## WHAT IS REQUIRED
Both the line with "filename tests/engine/test_case.py" and the line with "from __future__ import annotations" in the records below must appear in the output, along with every line between them, exactly and with nothing added.

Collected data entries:
● ● ● ● ●

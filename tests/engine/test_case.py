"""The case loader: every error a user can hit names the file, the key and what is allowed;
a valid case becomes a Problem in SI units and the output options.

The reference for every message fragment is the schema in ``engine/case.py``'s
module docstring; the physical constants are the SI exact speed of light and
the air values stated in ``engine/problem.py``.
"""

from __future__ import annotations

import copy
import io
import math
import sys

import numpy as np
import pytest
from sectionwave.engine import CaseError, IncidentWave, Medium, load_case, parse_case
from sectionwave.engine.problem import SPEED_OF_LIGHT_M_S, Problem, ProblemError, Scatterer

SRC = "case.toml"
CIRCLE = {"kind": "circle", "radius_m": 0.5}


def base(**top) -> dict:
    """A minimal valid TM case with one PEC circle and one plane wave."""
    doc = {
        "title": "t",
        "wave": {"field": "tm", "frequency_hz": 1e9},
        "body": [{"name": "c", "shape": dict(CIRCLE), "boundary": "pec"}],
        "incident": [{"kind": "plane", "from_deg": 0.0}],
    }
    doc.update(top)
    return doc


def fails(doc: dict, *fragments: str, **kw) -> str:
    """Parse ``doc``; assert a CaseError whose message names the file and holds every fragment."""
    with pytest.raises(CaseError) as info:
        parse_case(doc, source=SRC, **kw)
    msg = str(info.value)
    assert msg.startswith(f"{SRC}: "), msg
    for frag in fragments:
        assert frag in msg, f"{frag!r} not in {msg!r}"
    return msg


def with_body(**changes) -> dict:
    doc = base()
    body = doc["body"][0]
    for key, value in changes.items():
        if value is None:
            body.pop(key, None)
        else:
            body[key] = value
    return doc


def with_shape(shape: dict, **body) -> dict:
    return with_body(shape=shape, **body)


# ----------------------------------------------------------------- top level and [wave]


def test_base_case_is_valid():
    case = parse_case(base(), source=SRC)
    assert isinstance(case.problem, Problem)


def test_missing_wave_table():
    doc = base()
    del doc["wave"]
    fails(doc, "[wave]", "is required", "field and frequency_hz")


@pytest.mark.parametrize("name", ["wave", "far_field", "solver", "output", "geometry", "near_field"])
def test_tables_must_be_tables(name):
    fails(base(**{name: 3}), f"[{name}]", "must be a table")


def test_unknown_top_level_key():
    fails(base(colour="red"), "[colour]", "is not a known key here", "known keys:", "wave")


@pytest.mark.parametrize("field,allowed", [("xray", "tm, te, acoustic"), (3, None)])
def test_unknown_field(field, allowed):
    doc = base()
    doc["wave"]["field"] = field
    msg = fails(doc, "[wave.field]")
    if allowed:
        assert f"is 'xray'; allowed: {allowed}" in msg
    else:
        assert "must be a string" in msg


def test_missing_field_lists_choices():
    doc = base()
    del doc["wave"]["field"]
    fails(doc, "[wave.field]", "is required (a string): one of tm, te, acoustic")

● ● ● ● ●

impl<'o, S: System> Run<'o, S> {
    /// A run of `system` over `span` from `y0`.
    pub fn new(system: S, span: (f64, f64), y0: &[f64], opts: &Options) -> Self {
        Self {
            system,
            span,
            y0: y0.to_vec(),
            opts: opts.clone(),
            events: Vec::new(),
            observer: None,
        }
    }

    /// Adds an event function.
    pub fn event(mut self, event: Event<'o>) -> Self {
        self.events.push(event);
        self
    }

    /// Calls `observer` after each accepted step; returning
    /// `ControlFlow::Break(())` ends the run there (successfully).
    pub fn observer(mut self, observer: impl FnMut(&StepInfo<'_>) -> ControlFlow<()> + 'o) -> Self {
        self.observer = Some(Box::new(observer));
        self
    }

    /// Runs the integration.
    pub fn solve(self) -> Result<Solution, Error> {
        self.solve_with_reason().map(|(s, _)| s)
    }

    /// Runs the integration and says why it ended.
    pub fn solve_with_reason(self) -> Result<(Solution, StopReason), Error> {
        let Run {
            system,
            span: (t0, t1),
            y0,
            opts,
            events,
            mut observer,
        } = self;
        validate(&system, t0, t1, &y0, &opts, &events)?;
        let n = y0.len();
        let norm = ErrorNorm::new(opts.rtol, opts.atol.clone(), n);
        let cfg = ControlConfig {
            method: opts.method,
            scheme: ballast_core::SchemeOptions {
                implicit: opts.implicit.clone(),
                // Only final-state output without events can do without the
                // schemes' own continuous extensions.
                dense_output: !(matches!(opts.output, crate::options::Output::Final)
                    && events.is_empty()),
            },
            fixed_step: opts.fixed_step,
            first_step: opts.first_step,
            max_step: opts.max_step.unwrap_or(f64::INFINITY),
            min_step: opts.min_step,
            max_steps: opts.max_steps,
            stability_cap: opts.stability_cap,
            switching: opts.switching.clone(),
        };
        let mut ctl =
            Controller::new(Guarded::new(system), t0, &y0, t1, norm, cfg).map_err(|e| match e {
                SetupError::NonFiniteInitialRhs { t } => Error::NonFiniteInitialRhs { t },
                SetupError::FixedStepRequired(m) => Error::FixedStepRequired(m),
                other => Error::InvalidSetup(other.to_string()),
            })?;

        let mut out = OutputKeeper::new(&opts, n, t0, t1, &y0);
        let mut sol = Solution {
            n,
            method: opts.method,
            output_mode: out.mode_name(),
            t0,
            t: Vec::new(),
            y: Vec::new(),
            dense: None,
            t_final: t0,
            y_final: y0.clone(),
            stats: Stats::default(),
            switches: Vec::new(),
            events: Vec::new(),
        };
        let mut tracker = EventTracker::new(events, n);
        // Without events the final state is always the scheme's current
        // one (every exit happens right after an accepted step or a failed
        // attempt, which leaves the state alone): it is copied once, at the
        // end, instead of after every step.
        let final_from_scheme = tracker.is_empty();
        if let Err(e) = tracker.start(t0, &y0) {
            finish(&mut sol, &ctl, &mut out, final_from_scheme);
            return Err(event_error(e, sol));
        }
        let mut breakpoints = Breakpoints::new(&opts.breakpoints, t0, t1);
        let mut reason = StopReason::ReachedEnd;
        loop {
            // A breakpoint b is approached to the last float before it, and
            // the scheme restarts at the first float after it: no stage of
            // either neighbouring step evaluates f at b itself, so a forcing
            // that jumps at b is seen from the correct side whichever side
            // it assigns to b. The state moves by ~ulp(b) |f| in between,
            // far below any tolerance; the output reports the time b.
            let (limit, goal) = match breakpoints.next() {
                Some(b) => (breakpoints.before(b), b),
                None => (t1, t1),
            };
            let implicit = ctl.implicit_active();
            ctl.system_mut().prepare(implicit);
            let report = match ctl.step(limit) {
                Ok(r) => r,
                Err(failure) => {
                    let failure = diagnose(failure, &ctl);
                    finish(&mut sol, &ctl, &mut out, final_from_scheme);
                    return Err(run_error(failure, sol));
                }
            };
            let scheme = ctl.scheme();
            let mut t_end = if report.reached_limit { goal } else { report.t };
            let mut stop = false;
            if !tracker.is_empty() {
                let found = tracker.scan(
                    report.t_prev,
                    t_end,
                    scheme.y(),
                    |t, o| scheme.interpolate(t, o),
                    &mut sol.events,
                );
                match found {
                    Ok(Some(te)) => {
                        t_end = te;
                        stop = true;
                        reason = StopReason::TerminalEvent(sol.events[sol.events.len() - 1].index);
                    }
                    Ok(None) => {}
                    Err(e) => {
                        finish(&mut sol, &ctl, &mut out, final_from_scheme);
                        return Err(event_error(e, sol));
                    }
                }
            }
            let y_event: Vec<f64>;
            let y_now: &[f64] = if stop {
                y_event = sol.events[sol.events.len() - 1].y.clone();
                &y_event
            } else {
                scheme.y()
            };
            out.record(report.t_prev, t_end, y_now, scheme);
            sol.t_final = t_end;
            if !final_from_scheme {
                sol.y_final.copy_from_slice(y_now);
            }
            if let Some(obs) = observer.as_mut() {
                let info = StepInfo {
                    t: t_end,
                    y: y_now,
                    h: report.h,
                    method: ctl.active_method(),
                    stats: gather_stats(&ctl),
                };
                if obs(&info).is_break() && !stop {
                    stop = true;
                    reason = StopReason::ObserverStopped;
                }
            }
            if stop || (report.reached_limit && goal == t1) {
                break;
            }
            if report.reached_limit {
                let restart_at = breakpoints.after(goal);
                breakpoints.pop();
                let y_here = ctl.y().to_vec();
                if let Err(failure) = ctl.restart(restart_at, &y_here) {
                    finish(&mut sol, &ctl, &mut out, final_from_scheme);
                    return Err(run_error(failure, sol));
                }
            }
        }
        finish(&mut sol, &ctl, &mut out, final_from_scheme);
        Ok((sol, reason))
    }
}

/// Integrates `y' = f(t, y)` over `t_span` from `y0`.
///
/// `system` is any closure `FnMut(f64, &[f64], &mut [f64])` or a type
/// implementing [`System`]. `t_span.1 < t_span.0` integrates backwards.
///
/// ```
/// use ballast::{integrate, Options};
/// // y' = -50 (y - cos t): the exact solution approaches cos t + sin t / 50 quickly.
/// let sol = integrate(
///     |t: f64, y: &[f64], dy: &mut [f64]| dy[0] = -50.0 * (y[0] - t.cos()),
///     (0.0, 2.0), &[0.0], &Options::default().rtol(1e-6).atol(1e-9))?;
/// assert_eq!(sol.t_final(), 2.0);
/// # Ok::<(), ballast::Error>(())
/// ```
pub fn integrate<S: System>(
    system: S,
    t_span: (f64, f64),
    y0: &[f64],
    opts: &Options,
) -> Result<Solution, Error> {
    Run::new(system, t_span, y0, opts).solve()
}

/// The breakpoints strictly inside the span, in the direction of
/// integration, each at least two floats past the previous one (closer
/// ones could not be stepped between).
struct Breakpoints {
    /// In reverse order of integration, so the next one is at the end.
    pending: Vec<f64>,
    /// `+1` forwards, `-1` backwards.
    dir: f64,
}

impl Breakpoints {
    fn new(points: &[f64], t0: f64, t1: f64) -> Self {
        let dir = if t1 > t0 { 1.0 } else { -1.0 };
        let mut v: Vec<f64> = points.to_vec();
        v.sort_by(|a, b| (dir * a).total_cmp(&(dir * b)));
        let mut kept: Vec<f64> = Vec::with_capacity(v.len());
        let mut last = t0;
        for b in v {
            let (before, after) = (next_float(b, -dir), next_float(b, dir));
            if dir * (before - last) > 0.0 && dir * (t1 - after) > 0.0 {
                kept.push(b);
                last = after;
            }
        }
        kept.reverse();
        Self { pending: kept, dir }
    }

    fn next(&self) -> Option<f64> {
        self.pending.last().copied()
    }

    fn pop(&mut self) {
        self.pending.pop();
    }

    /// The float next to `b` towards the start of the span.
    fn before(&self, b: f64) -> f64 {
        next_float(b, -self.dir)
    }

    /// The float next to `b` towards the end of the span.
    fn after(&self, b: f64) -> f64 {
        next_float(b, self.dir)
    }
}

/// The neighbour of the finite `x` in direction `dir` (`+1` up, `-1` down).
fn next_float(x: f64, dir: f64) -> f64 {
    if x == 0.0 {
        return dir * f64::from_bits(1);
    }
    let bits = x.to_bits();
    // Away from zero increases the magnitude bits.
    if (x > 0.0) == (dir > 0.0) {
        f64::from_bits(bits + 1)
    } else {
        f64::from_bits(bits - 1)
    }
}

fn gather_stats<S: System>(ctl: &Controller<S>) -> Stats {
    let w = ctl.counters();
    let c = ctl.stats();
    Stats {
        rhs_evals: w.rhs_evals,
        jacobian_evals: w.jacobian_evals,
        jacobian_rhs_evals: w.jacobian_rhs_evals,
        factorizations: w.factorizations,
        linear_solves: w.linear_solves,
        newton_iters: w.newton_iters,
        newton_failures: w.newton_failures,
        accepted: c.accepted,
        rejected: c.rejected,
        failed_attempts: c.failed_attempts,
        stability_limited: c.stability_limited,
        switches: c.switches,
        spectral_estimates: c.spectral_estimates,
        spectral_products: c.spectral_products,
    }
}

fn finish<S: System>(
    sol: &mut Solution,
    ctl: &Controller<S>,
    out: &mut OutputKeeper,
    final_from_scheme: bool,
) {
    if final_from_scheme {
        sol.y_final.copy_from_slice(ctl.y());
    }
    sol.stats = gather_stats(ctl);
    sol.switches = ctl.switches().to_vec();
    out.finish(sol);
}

● ● ● ● ●

## WRITTEN ANSWER
filename tests/engine/test_case.py
"""The case loader: every error a user can hit names the file, the key and what is allowed;
a valid case becomes a Problem in SI units and the output options.

The reference for every message fragment is the schema in ``engine/case.py``'s
module docstring; the physical constants are the SI exact speed of light and
the air values stated in ``engine/problem.py``.
"""

from __future__ import annotations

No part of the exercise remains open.